▶ _What you have to do_
Transcribe the listing word for word. Begin at its first line and end with the line containing "lynx 1821-1934, years".

▶ _Information given_
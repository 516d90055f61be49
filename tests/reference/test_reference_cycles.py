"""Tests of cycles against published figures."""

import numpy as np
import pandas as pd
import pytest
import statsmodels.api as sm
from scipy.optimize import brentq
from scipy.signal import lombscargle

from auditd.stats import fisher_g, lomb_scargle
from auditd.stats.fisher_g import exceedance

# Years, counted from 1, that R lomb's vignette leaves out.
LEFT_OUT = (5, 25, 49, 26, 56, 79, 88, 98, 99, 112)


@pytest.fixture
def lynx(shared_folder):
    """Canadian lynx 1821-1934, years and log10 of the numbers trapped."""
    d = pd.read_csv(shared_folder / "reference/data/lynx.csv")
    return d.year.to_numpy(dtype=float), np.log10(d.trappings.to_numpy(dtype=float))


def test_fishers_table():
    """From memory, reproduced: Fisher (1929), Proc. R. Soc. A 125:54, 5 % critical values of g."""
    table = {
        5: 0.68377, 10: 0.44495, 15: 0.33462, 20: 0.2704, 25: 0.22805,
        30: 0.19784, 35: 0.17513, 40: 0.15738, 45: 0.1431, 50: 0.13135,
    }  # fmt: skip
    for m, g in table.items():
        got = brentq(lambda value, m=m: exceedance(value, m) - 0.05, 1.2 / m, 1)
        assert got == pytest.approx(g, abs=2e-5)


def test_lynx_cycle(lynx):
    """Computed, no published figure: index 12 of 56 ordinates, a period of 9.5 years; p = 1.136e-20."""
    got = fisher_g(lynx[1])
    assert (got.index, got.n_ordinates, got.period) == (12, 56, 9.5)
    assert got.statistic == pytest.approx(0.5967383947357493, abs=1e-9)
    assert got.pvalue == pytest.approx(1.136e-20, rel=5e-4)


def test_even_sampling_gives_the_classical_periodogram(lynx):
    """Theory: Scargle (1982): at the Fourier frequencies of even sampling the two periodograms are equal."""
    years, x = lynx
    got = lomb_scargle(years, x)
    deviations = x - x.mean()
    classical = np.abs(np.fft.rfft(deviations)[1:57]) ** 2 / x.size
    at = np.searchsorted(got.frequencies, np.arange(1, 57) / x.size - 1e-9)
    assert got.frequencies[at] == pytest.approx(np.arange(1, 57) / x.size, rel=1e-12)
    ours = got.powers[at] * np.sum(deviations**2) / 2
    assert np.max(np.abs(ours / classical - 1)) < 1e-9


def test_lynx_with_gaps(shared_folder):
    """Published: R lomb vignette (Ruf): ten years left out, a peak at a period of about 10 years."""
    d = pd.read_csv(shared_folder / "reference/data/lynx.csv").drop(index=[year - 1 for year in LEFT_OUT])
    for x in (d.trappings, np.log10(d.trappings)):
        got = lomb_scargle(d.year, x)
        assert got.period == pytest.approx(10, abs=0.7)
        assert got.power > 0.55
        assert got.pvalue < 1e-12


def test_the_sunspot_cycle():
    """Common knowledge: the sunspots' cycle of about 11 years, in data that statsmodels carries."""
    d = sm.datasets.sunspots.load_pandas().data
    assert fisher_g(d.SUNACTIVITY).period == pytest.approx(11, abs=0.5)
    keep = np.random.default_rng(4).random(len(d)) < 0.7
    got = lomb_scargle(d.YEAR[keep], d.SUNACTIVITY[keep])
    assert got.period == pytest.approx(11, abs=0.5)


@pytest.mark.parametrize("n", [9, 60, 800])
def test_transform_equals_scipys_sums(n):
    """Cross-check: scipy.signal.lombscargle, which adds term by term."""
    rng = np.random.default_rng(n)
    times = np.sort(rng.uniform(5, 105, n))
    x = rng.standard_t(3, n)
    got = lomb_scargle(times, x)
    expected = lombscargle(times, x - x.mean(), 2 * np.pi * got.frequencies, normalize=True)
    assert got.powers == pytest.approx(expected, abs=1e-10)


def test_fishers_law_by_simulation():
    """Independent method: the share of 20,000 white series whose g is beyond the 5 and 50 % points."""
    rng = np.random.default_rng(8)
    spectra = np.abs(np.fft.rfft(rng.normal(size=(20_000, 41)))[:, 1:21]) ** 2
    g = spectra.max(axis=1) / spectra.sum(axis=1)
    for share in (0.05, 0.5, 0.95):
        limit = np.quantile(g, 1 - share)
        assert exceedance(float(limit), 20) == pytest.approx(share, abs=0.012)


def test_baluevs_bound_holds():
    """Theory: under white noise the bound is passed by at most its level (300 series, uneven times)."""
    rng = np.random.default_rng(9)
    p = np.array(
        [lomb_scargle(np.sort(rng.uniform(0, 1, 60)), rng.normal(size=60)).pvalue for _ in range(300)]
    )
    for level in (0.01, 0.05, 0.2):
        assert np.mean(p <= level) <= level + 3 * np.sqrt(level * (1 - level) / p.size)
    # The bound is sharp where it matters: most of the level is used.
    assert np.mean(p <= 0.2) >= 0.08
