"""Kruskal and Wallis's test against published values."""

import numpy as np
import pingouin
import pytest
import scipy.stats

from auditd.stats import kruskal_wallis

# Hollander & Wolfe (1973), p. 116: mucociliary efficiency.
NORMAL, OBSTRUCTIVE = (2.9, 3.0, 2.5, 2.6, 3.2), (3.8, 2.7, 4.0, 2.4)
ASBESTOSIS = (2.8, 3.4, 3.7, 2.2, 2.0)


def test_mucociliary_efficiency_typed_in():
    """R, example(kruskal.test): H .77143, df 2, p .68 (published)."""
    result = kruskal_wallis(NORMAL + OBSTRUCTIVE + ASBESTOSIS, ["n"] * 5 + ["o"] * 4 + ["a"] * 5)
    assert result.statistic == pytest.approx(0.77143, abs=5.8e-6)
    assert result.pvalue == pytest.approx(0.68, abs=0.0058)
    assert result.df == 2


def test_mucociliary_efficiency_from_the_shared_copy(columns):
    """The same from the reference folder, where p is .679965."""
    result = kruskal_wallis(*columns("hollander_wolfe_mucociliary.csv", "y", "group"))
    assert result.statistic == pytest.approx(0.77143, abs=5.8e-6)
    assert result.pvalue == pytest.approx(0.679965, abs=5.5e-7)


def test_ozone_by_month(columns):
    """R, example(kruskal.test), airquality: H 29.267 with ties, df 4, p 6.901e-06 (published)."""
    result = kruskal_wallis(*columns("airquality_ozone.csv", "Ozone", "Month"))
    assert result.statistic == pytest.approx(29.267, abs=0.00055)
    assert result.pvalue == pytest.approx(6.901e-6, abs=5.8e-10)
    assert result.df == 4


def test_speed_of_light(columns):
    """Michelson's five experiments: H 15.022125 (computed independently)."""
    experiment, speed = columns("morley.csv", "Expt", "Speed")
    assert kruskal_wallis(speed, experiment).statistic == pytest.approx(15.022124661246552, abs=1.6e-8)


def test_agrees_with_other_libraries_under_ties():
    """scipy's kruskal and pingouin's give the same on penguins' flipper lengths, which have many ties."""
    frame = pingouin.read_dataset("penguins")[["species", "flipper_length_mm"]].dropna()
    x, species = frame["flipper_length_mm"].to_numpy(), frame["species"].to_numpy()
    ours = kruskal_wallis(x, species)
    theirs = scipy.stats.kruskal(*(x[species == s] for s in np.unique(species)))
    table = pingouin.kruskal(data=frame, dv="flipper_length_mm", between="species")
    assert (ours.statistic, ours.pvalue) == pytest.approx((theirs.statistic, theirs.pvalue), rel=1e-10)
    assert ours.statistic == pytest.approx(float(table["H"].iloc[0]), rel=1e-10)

▶ _Result of the exercise_
repository 516d90055f61be49
filename tests/reference/test_reference_cycles.py
"""Tests of cycles against published figures."""

import numpy as np
import pandas as pd
import pytest
import statsmodels.api as sm
from scipy.optimize import brentq
from scipy.signal import lombscargle

from auditd.stats import fisher_g, lomb_scargle
from auditd.stats.fisher_g import exceedance

# Years, counted from 1, that R lomb's vignette leaves out.
LEFT_OUT = (5, 25, 49, 26, 56, 79, 88, 98, 99, 112)


@pytest.fixture
def lynx(shared_folder):
    """Canadian lynx 1821-1934, years and log10 of the numbers trapped."""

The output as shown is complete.